*** Opening of Records supplied ***

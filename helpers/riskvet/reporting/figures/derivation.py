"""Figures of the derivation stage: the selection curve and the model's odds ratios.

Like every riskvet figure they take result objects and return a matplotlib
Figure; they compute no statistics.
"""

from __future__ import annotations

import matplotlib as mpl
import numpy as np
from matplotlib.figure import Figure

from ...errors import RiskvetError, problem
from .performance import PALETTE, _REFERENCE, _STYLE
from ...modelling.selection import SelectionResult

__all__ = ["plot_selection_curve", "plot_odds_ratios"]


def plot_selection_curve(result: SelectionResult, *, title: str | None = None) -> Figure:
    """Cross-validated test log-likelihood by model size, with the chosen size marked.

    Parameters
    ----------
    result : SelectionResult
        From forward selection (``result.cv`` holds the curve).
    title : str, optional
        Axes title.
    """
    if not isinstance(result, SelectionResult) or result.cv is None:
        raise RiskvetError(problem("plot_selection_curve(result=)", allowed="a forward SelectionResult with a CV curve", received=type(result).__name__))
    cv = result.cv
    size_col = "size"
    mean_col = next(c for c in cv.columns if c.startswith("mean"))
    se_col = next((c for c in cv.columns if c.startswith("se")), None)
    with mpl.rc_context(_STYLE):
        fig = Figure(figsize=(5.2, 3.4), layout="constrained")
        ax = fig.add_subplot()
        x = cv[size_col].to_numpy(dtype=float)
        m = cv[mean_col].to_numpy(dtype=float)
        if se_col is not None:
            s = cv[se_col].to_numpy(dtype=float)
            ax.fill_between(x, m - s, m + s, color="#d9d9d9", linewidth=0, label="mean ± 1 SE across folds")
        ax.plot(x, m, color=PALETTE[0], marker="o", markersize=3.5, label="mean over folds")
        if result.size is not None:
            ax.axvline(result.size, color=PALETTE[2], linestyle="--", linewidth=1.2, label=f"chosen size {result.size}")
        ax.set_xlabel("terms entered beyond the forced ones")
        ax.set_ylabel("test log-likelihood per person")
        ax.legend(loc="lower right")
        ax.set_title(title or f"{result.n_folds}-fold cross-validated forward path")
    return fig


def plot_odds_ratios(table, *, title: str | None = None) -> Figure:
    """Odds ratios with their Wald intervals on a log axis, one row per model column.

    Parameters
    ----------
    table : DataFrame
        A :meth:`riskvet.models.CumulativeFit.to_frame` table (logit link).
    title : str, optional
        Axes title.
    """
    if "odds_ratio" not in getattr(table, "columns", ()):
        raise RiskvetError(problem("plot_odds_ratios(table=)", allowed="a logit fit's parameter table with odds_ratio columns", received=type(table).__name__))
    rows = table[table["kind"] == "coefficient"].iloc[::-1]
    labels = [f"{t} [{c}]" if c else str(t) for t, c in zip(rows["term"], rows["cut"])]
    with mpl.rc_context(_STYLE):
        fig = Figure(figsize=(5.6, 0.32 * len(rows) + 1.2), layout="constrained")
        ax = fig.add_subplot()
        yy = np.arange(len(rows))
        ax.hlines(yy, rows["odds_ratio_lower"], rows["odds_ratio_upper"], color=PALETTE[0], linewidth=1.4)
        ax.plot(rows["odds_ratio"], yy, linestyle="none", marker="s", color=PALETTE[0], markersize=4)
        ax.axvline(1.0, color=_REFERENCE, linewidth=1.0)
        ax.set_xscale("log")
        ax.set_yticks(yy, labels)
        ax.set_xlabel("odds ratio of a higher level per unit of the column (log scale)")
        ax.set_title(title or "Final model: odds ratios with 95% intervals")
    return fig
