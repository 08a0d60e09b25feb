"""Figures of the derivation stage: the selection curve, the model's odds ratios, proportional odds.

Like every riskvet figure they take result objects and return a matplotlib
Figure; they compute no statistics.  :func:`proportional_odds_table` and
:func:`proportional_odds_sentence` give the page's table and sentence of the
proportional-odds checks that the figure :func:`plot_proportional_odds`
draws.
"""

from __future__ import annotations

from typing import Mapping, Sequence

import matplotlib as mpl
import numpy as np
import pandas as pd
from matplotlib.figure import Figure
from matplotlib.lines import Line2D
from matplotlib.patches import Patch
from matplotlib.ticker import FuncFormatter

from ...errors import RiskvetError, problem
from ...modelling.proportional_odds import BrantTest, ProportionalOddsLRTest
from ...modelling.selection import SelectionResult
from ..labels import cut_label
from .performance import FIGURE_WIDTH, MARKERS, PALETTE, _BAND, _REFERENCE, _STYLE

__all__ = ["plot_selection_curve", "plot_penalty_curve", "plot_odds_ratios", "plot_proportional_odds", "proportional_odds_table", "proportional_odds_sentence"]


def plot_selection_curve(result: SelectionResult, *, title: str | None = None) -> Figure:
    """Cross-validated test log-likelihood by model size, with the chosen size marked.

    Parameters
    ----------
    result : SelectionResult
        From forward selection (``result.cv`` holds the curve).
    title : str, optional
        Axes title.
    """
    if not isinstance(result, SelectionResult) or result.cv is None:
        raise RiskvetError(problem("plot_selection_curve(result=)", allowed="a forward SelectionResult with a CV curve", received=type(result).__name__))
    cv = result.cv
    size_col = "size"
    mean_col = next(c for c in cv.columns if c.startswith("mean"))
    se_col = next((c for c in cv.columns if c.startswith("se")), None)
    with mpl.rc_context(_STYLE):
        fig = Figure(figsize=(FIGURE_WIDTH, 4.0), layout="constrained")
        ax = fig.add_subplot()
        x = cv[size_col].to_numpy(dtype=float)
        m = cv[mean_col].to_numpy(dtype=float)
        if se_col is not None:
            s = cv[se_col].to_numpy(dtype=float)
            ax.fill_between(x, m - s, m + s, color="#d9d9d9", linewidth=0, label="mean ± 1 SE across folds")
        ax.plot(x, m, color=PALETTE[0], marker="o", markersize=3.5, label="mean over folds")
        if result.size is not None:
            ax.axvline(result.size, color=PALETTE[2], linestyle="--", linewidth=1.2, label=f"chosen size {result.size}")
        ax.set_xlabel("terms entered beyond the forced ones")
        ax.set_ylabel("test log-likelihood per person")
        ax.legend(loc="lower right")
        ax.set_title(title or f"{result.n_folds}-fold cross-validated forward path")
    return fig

*** Close of Records supplied ***

# Work instructions
Output the records again in full. Keep every character as written.

# Exercise result
filename helpers/riskvet/reporting/figures/derivation.py
"""Figures of the derivation stage: the selection curve and the model's odds ratios.

Like every riskvet figure they take result objects and return a matplotlib
Figure; they compute no statistics.
"""

from __future__ import annotations

import matplotlib as mpl
import numpy as np
from matplotlib.figure import Figure

from ...errors import RiskvetError, problem
from .performance import PALETTE, _REFERENCE, _STYLE
from ...modelling.selection import SelectionResult

__all__ = ["plot_selection_curve", "plot_odds_ratios"]


def plot_selection_curve(result: SelectionResult, *, title: str | None = None) -> Figure:
    """Cross-validated test log-likelihood by model size, with the chosen size marked.

    Parameters
    ----------
    result : SelectionResult
        From forward selection (``result.cv`` holds the curve).
    title : str, optional
        Axes title.
    """
    if not isinstance(result, SelectionResult) or result.cv is None:
        raise RiskvetError(problem("plot_selection_curve(result=)", allowed="a forward SelectionResult with a CV curve", received=type(result).__name__))
    cv = result.cv
    size_col = "size"
    mean_col = next(c for c in cv.columns if c.startswith("mean"))
    se_col = next((c for c in cv.columns if c.startswith("se")), None)
    with mpl.rc_context(_STYLE):
        fig = Figure(figsize=(5.2, 3.4), layout="constrained")
        ax = fig.add_subplot()
        x = cv[size_col].to_numpy(dtype=float)
        m = cv[mean_col].to_numpy(dtype=float)
        if se_col is not None:
            s = cv[se_col].to_numpy(dtype=float)
            ax.fill_between(x, m - s, m + s, color="#d9d9d9", linewidth=0, label="mean ± 1 SE across folds")
        ax.plot(x, m, color=PALETTE[0], marker="o", markersize=3.5, label="mean over folds")
        if result.size is not None:
            ax.axvline(result.size, color=PALETTE[2], linestyle="--", linewidth=1.2, label=f"chosen size {result.size}")
        ax.set_xlabel("terms entered beyond the forced ones")
        ax.set_ylabel("test log-likelihood per person")
        ax.legend(loc="lower right")
        ax.set_title(title or f"{result.n_folds}-fold cross-validated forward path")
    return fig


def plot_odds_ratios(table, *, title: str | None = None) -> Figure:
    """Odds ratios with their Wald intervals on a log axis, one row per model column.

    Parameters
    ----------
    table : DataFrame
        A :meth:`riskvet.models.CumulativeFit.to_frame` table (logit link).
    title : str, optional
        Axes title.
    """
    if "odds_ratio" not in getattr(table, "columns", ()):
        raise RiskvetError(problem("plot_odds_ratios(table=)", allowed="a logit fit's parameter table with odds_ratio columns", received=type(table).__name__))
    rows = table[table["kind"] == "coefficient"].iloc[::-1]
    labels = [f"{t} [{c}]" if c else str(t) for t, c in zip(rows["term"], rows["cut"])]
    with mpl.rc_context(_STYLE):
        fig = Figure(figsize=(5.6, 0.32 * len(rows) + 1.2), layout="constrained")
        ax = fig.add_subplot()
        yy = np.arange(len(rows))
        ax.hlines(yy, rows["odds_ratio_lower"], rows["odds_ratio_upper"], color=PALETTE[0], linewidth=1.4)
        ax.plot(rows["odds_ratio"], yy, linestyle="none", marker="s", color=PALETTE[0], markersize=4)
        ax.axvline(1.0, color=_REFERENCE, linewidth=1.0)
        ax.set_xscale("log")
        ax.set_yticks(yy, labels)
        ax.set_xlabel("odds ratio of a higher level per unit of the column (log scale)")
        ax.set_title(title or "Final model: odds ratios with 95% intervals")
    return fig
repository 08a0d60e09b25feb
"""Figures of the derivation stage: the selection curve, the model's odds ratios, proportional odds.

Like every riskvet figure they take result objects and return a matplotlib
Figure; they compute no statistics.  :func:`proportional_odds_table` and
:func:`proportional_odds_sentence` give the page's table and sentence of the
proportional-odds checks that the figure :func:`plot_proportional_odds`
draws.
"""

from __future__ import annotations

from typing import Mapping, Sequence

import matplotlib as mpl
import numpy as np
import pandas as pd
from matplotlib.figure import Figure
from matplotlib.lines import Line2D
from matplotlib.patches import Patch
from matplotlib.ticker import FuncFormatter

from ...errors import RiskvetError, problem
from ...modelling.proportional_odds import BrantTest, ProportionalOddsLRTest
from ...modelling.selection import SelectionResult
from ..labels import cut_label
from .performance import FIGURE_WIDTH, MARKERS, PALETTE, _BAND, _REFERENCE, _STYLE

__all__ = ["plot_selection_curve", "plot_penalty_curve", "plot_odds_ratios", "plot_proportional_odds", "proportional_odds_table", "proportional_odds_sentence"]


def plot_selection_curve(result: SelectionResult, *, title: str | None = None) -> Figure:
    """Cross-validated test log-likelihood by model size, with the chosen size marked.

    Parameters
    ----------
    result : SelectionResult
        From forward selection (``result.cv`` holds the curve).
    title : str, optional
        Axes title.
    """
    if not isinstance(result, SelectionResult) or result.cv is None:
        raise RiskvetError(problem("plot_selection_curve(result=)", allowed="a forward SelectionResult with a CV curve", received=type(result).__name__))
    cv = result.cv
    size_col = "size"
    mean_col = next(c for c in cv.columns if c.startswith("mean"))
    se_col = next((c for c in cv.columns if c.startswith("se")), None)
    with mpl.rc_context(_STYLE):
        fig = Figure(figsize=(FIGURE_WIDTH, 4.0), layout="constrained")
        ax = fig.add_subplot()
        x = cv[size_col].to_numpy(dtype=float)
        m = cv[mean_col].to_numpy(dtype=float)
        if se_col is not None:
            s = cv[se_col].to_numpy(dtype=float)
            ax.fill_between(x, m - s, m + s, color="#d9d9d9", linewidth=0, label="mean ± 1 SE across folds")
        ax.plot(x, m, color=PALETTE[0], marker="o", markersize=3.5, label="mean over folds")
        if result.size is not None:
            ax.axvline(result.size, color=PALETTE[2], linestyle="--", linewidth=1.2, label=f"chosen size {result.size}")
        ax.set_xlabel("terms entered beyond the forced ones")
        ax.set_ylabel("test log-likelihood per person")
        ax.legend(loc="lower right")
        ax.set_title(title or f"{result.n_folds}-fold cross-validated forward path")
    return fig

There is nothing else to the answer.